Historical figures in the Analects of Confucius: Sage King Shun

Shun (舜) was one of the five legendary sage kings of ancient China in the 23rd or 22nd century BCE. He reportedly ruled for nearly fifty years after the previous ruler Yao (堯) had abdicated in favor of him because of his higher virtue. Prior to his death, reputedly at the age of 100, he is said to have relinquished his throne to his successor, Yu (禹), who went on to establish the first recorded dynasty in China’s history, the Xia (夏朝).
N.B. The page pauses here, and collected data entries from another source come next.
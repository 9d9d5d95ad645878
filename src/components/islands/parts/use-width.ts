import { type RefObject, useEffect, useRef, useState } from "react";

/** The width of a box in whole pixels, followed; 0 before it is measured. */
export function useWidth<T extends HTMLElement>(): [RefObject<T | null>, number] {
  const box = useRef<T>(null);
  const [width, setWidth] = useState(0);
  useEffect(() => {
    const element = box.current;
    if (!element) return;
    const measure = () => setWidth(Math.floor(element.getBoundingClientRect().width));
    measure();
    const sized = new ResizeObserver(measure);
    sized.observe(element);
    return () => sized.disconnect();
  }, []);
  return [box, width];
}
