/** Keys of a single letter or sign can get in the way of speech input (WCAG 2.1.4): they can be turned off. */
const STORED = "single-keys";

export type KeyStore = Pick<Storage, "getItem" | "setItem">;

export function singleKeysOn(store: KeyStore): boolean {
  return store.getItem(STORED) !== "off";
}

export function setSingleKeys(store: KeyStore, on: boolean): void {
  store.setItem(STORED, on ? "on" : "off");
}

/** Whether a press asks for the list of keys: a question mark outside a field, or with Alt anywhere. */
export function opensKeys(press: KeyboardEvent, store: KeyStore): boolean {
  if (press.key !== "?" || press.ctrlKey || press.metaKey || press.defaultPrevented) return false;
  if (press.altKey) return true;
  const { target } = press;
  const typing =
    target instanceof HTMLElement && target.closest("input, textarea, select, [contenteditable]") !== null;
  return !typing && singleKeysOn(store);
}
According to the common myth that Confucius clearly subscribed to, Shun was a compassionate man who led a humble and moral lifestyle even after Yao had given him two of his daughters in marriage together with a small parcel of land and a dowry. When he died of a sudden illness near the Xiang River during a tour of the empire, his two wives are said to have rushed to his body and wept by it for days. Their tears turned into blood, and such was their grief that they eventually threw themselves into the river and drowned.
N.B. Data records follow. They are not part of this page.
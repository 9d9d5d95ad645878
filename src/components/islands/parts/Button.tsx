import { type ComponentProps, type ReactNode, useId } from "react";
import { type ButtonKind, type ButtonSize, buttonLook } from "#src/components/button-look.ts";
import { BusyIcon } from "./Icons.tsx";

export type ButtonProps = Omit<ComponentProps<"button">, "disabled"> & {
  children: ReactNode;
  kind?: ButtonKind;
  size?: ButtonSize;
  /** Why it cannot be pressed now. It stays in the tab order, and the reason is written below it. */
  offBecause?: string;
  /** At work: it keeps its width, shows a ring and `busyWord`, and does nothing. */
  busy?: boolean;
  busyWord?: string;
};

/** A button. `type` is "button" unless told; a form's own button says `type="submit"`. */
export function Button({
  kind,
  size,
  offBecause,
  busy,
  busyWord = "Working",
  children,
  className,
  ...rest
}: ButtonProps) {
  const reasonId = useId();
  const still = Boolean(offBecause) || busy === true;
  const button = (
    <button
      type="button"
      {...rest}
      onClick={still ? (press) => press.preventDefault() : rest.onClick}
      aria-disabled={still || undefined}
      aria-describedby={offBecause ? reasonId : rest["aria-describedby"]}
      className={`${buttonLook(kind, size, offBecause ? "off" : busy ? "busy" : "on")} ${className ?? ""}`}
    >
      {busy === undefined ? children : <BusyLabel busy={busy} word={busyWord} label={children} />}
    </button>
  );
  if (!offBecause) return button;
  return (
    <span className="inline-flex flex-col items-start gap-1">
      {button}
      <span id={reasonId} className="text-ink-2 type-label">
        {offBecause}
      </span>
    </span>
  );
}

/** Both labels lie in one cell, so the width is that of the longer and does not jump. */
function BusyLabel({ busy, word, label }: { busy: boolean; word: string; label: ReactNode }) {
  return (
    <span className="grid [&>*]:[grid-area:1/1]">
      <span className={busy ? "invisible" : ""}>{label}</span>
      <span className={`inline-flex items-center justify-center gap-2 ${busy ? "" : "invisible"}`}>
        <BusyIcon />
        {word}
      </span>
    </span>
  );
}
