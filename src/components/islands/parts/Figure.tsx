export type FigureProps = {
  /** Heard before the value: "Cost per kit". */
  label: string;
  /** Written as it stands: "€14.95". */
  value: string;
  /** Opens the working. Without it the figure has no dotted foot. */
  onOpen?: () => void;
  open?: boolean;
  /** The panel it opens, for assistive technology. */
  controls?: string;
  className?: string;
};

/** A figure. One that opens its arithmetic has a dotted foot. */
export function Figure({ label, value, onOpen, open, controls, className = "" }: FigureProps) {
  if (onOpen === undefined) return <span className={className}>{value}</span>;
  return (
    <button
      type="button"
      aria-label={`${label} ${value}, show the working`}
      aria-expanded={open}
      aria-controls={open ? controls : undefined}
      onClick={onOpen}
      className={`foot-dotted cursor-pointer print:border-0 hover:border-solid hover:border-petrol focus-visible:border-solid focus-visible:border-petrol ${open ? "border-solid! border-petrol! bg-petrol-wash" : ""} ${className}`}
    >
      {value}
    </button>
  );
}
An alternative version of his life suggests that Shun was a usurper who overthrew Yao and left him to die in prison – only to suffer a similar fate when his successor Yu rebelled and sent him into exile.
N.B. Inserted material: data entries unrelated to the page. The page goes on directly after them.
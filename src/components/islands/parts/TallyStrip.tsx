import { useEffect, useRef, useState } from "react";
import { RULER_LEAST, RULER_MOST, RUN_LEAST, RUN_MOST } from "#src/shapes/limits.ts";
import { RunBands } from "./Bands.tsx";
import { CellFigure } from "./CellFigure.tsx";
import { Change, type ChangeProps } from "./Change.tsx";
import type { FiguresSheetProps } from "./FiguresSheet.tsx";
import { BusyIcon, UpIcon } from "./Icons.tsx";
import { Later } from "./Later.tsx";
import { laterPart } from "./later-part.ts";
import { Ruler } from "./Ruler.tsx";
import { Stepper } from "./Stepper.tsx";
import { TallyNoteLine } from "./TallyNoteLine.tsx";

export type TallyCell = {
  key: string;
  /** "Cost per kit". */
  label: string;
  /** As written: "€14.95". Null when not known; then `needs` says what is missing. */
  value: string | null;
  /** "needs parts", "not set". */
  needs?: string;
  /** Where it is entered. */
  needsHref?: string;
  /** A word after the figure: "sold". */
  after?: string;
  change?: ChangeProps;
  /** The page a figure leads to that does not open. */
  href?: string;
  onOpen?: () => void;
  open?: boolean;
  /** Stands in the phone's bar; the others are in its sheet. */
  onPhone?: boolean;
};

export type TallyNote = {
  /** The edit, in bold: "Run changed from 100 to 120." */
  edit: string;
  /** "Signed figures show the change." */
  text?: string;
  actions?: readonly { label: string; run: () => void }[];
};

export type TallyStripProps = {
  run: number;
  onRun: (kits: number) => void;
  /** Who may not change the run sees it without keys and ruler. */
  fixed?: boolean;
  sweetSpots?: readonly number[];
  cells: readonly TallyCell[];
  note?: TallyNote;
  /** Over 150 ms: figures stay, in grey, with a ring. */
  workingOut?: boolean;
  /** Said once, politely, after a change: "Cost per kit €14.95, €2.14 less." */
  announce?: string;
};

/** A phone fetches it when it is asked for, a wide screen never. */
const FiguresSheet = laterPart<FiguresSheetProps>(
  async () => (await import("./FiguresSheet.tsx")).FiguresSheet,
);

/** The answers of the chosen run, in view on every page of a kit: at the top, on a phone at the bottom. */
export function TallyStrip({
  run,
  onRun,
  fixed,
  sweetSpots,
  cells,
  note,
  workingOut,
  announce,
}: TallyStripProps) {
  const [sheet, setSheet] = useState(false);
  useRunKeys(fixed ? undefined : onRun, run);
  return (
    <section
      aria-label="The answers for this run"
      data-tally
      data-screen-only
      className="z-20 bg-tin tablet:sticky tablet:top-0 tablet:-mt-px tablet:border-t tablet:border-ink tablet:rule-result max-tablet:fixed max-tablet:inset-x-0 max-tablet:bottom-0 max-tablet:border-t-4 max-tablet:border-double max-tablet:border-ink [@media(max-height:419px)]:tablet:static"
    >
      <div className="gutters">
        {fixed ? (
          <div className="h-3 max-tablet:hidden" />
        ) : (
          <div className="max-tablet:hidden">
            <Ruler run={run} onRun={onRun} sweetSpots={sweetSpots} />
          </div>
        )}
        <div className="flex items-center max-tablet:min-h-[69px] max-tablet:gap-2.5 max-tablet:py-1.5 tablet:pb-2.5">
          <Run run={run} onRun={onRun} fixed={fixed} />
          <ul className="flex min-w-0 grow max-tablet:gap-2.5">
            {cells.map((cell) => (
              <Cell key={cell.key} cell={cell} workingOut={workingOut} />
            ))}
          </ul>
          <button
            type="button"
            aria-label="Show all figures"
            aria-expanded={sheet}
            onClick={() => setSheet(true)}
            onPointerDown={FiguresSheet.preload}
            onFocus={FiguresSheet.preload}
            className="-mr-2 flex h-11 w-8 shrink-0 items-center justify-center tablet:hidden"
          >
            {workingOut ? <BusyIcon /> : <UpIcon />}
          </button>
        </div>
      </div>
      {note && <TallyNoteLine note={note} className="max-tablet:hidden" />}
      <p role="status" className="heard-only">
        {announce}
      </p>
      {sheet && (
        <Later
          part={FiguresSheet}
          give={{ onClose: () => setSheet(false), cells, note, run }}
          what="All figures"
          frame="fixed inset-x-0 bottom-0 border-t-4 border-double border-ink bg-paper px-4 pt-4 pb-6"
        />
      )}
    </section>
  );
}

function Run({ run, onRun, fixed }: Pick<TallyStripProps, "run" | "onRun" | "fixed">) {
  if (fixed)
    return (
      <div className="flex items-center gap-3 tablet:pr-6">
        <span className="type-label text-ink-2">
          Run of <span className="type-tally block font-bold text-ink">{run}</span>
        </span>
        <RunBands kits={run} width={104} className="max-desktop:hidden" />
        <RunBands kits={run} width={52} className="desktop:hidden" />
      </div>
    );
  return (
    <div className="flex shrink-0 items-center gap-2.5">
      <Stepper
        label="Run of"
        value={run}
        onStep={onRun}
        least={RULER_LEAST}
        most={RULER_MOST}
        typedLeast={RUN_LEAST}
        typedMost={RUN_MOST}
        below={<RunBands kits={run} width={52} className="tablet:hidden" />}
      />
      <RunBands kits={run} width={104} className="max-desktop:hidden" />
    </div>
  );
}

function Cell({ cell, workingOut }: { cell: TallyCell; workingOut?: boolean }) {
  const shown = cell.onPhone ? "" : "max-tablet:hidden";
  return (
    <li
      className={`${shown} min-w-0 max-tablet:flex-1 max-[22.5rem]:not-first:hidden tablet:ml-4 tablet:min-h-[52px] tablet:flex-auto tablet:border-l tablet:border-rule-2 tablet:pl-3.5 desktop:ml-6 desktop:pl-6`}
    >
      <span className="type-ruler flex items-center gap-1.5 whitespace-nowrap text-ink-2 tablet:type-label">
        {cell.label}
        {workingOut && <BusyIcon className="size-3.5 max-tablet:hidden" />}
      </span>
      <span className="flex flex-wrap items-center gap-x-2 max-desktop:flex-col max-desktop:items-start">
        <CellFigure cell={cell} workingOut={workingOut} />
        {cell.change && <Change {...cell.change} />}
      </span>
    </li>
  );
}

/** Alt with + or − changes the run from anywhere on the page. */
function useRunKeys(onRun: ((kits: number) => void) | undefined, run: number): void {
  const latest = useRef({ onRun, run });
  latest.current = { onRun, run };
  useEffect(() => {
    const onKey = (press: KeyboardEvent) => {
      const by = press.key === "+" || press.key === "=" ? 1 : press.key === "-" || press.key === "−" ? -1 : 0;
      if (!press.altKey || press.ctrlKey || press.metaKey || by === 0 || !latest.current.onRun) return;
      press.preventDefault();
      const next = Math.min(Math.max(latest.current.run + by, RUN_LEAST), RUN_MOST);
      if (next !== latest.current.run) latest.current.onRun(next);
    };
    addEventListener("keydown", onKey);
    return () => removeEventListener("keydown", onKey);
  }, []);
}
Appearances in the Analects
Book 3, Chapter 25
Book 6, Chapter 30
Book 8, Chapter 18
Book 8, Chapter 20
Book 14, Chapter 42
Book 20, Chapter 1

Book 3
Chapter 25
Confucius described Shao music as being perfectly beautiful and perfectly good and Wu music as being perfectly beautiful but not perfectly good.

Book 6
Chapter 30
Zigong said: “What about someone who acts generously towards the people and benefits the masses? Could that be described as goodness?” Confucius said: “Why stop at calling it goodness? It could be defined as perfection. Even Yao and Shun wouldn’t be able to match it! Good people help others get on their feet while establishing their own career; they help others to achieve their goals while achieving their own objectives. By standing in other people’s shoes, it can be said that they’re on the right track to goodness.”

Book 8
Chapter 18
Confucius said: “Shun and Yu were so majestic! They reigned over the world but never profited from it.”

Chapter 20
Shun ruled his empire with only five ministers. King Wu of Zhou said: “I have ten able ministers to keep everything in order.” Confucius said: “Talented people are hard to find: are they not? The times of Yao and Shun were said to be rich in talent, but King Wu was only able to find nine such men because one of his ministers was a woman. Although the Zhou controlled over two-thirds of the empire, it still served the Shang. You can truly say that the virtue of the Zhou was supreme.”

Book 14
Chapter 42
Zilu asked how to become a leader. Confucius said: “Cultivate yourself to be respectful.” Zilu asked: “Is that all there is to it?” Confucius said: “Cultivate yourself to bring peace to the people. Cultivate yourself to bring peace to the people: even Yao and Shun wouldn’t have been able to match it.”

Book 20
Chapter 1
Yao said: Oh, Shun! The Heavenly succession was bestowed upon you; hold faithfully to the middle way; if the people within the Four Seas fall into suffering and penury, the honors bestowed on you by Heaven’s gift will be taken away from you forever.

Shun passed the same message to Yu.

Tang said, “I, the humble Lu, dare to sacrifice a black bull and dare to make this declaration before my great Lord. I dare not pardon those who are guilty. Your servants cannot hide anything from you. You have already judged them in your heart. If I am guilty, please do not punish the people of the myriad states because of me; but if the people of the myriad states are guilty, let the responsibility lie with me alone.”

“The House of Zhou is greatly blessed. Good men are its riches.” “Although I have my own kinsmen, I prefer to rely on good men. If the common people do wrong, let their faults fall on my head alone. If I set the standards for weights and measures, carefully examine the laws and regulations, and restore the offices that have been abolished, the authority of the government will reach everywhere. If I restore the states that have been destroyed, revive the broken dynastic lines, and bring back to office great men who were sent into exile, I will win the hearts of the people throughout the world. I will give priority to the people; food; mourning; and sacrifice. If I am tolerant I will win the masses. If I am trustworthy, the people will entrust me with responsibility. If I am enthusiastic, I will achieve success. If I am fair and just, I will bring happiness to the people.”